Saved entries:
········

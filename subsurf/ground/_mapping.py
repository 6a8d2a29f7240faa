"""Reading a soil description from a TOML-like mapping (edge input for :class:`Soil`).

Kinds, bare-number units and ranges come from :data:`subsurf.ground.schema.SOIL_FACTS`,
declared once; unknown keys are refused with the closest valid key suggested.
"""

from __future__ import annotations

import re

import numpy as np

from ..errors import InputError, SubsurfError
from ..units import parse_quantity

__all__ = ["soil_kwargs_from_mapping"]

_CUBE = re.compile(r"(?<=[A-Za-z])(?<![0-9][eE])([23])(?![\d.])")


def soil_kwargs_from_mapping(mapping, allowed, *, source: str = "<input>") -> dict:
    """Keyword arguments for :class:`Soil` from ``mapping``; numbers SI, strings with units.

    Raises :class:`~subsurf.errors.InputError` naming ``source``, the field and the value.
    Ranges are left to :class:`Soil` itself (arrays from code are checked there).
    """
    from .schema import SOIL_FACTS, soil_fact

    if not isinstance(mapping, dict):
        raise InputError(f"{source}: soil must be a table of fields, got {type(mapping).__name__}")
    allowed = list(allowed)
    kwargs = {}
    for key, value in mapping.items():
        if key not in allowed:
            fact = SOIL_FACTS.get(key)
            from .._schema import closest  # here, not at import: _schema loads pydantic (~0.1 s, start-up)

            near = fact.field if fact is not None and fact.field in allowed else closest(key, allowed)
            hint = f"; did you mean '{near}'?" if near else ""
            raise InputError(f"{source}: unknown soil field {key!r}{hint} (allowed: {', '.join(allowed)})")
        if key == "interface_relaxation":
            if not isinstance(value, bool):
                raise InputError(f"{source}: field 'interface_relaxation' must be true or false, got {value!r}")
            kwargs[key] = value
            continue
        if key in ("texture", "model", "clay_mineral"):
            if not isinstance(value, str):
                raise InputError(f"{source}: field '{key}' must be a string, got {value!r}")
            kwargs[key] = value
            continue
        fact = soil_fact(key)

        def one(v, key=key, kind=fact.kind, unit=fact.unit):
            if isinstance(v, bool) or not isinstance(v, (int, float, str)):
                raise InputError(f"field '{key}' must be a number or a string with unit, got {v!r}")
            if isinstance(v, str):
                v = _CUBE.sub(r"**\1", v)
            return parse_quantity(v, kind, default_unit=unit, name=f"field '{key}'")

        if isinstance(value, np.ndarray) and value.dtype.kind in "iuf":
            kwargs[key] = value.astype(float)  # arrays from code are taken as SI already
            continue
        try:
            kwargs[key] = (np.asarray(_map_nested(one, value), dtype=float)
                           if isinstance(value, list) else one(value))
        except SubsurfError as exc:
            raise InputError(f"{source}: {exc}") from None
    return kwargs


def _map_nested(fn, value):
    if isinstance(value, list):
        return [_map_nested(fn, v) for v in value]
    return fn(value)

········

* **THE PROBLEM**: Taking the records above as a whole, work out how many of their lines hold the word "errors". The reply should be that number alone.

* **TASK RESPONSE**: 2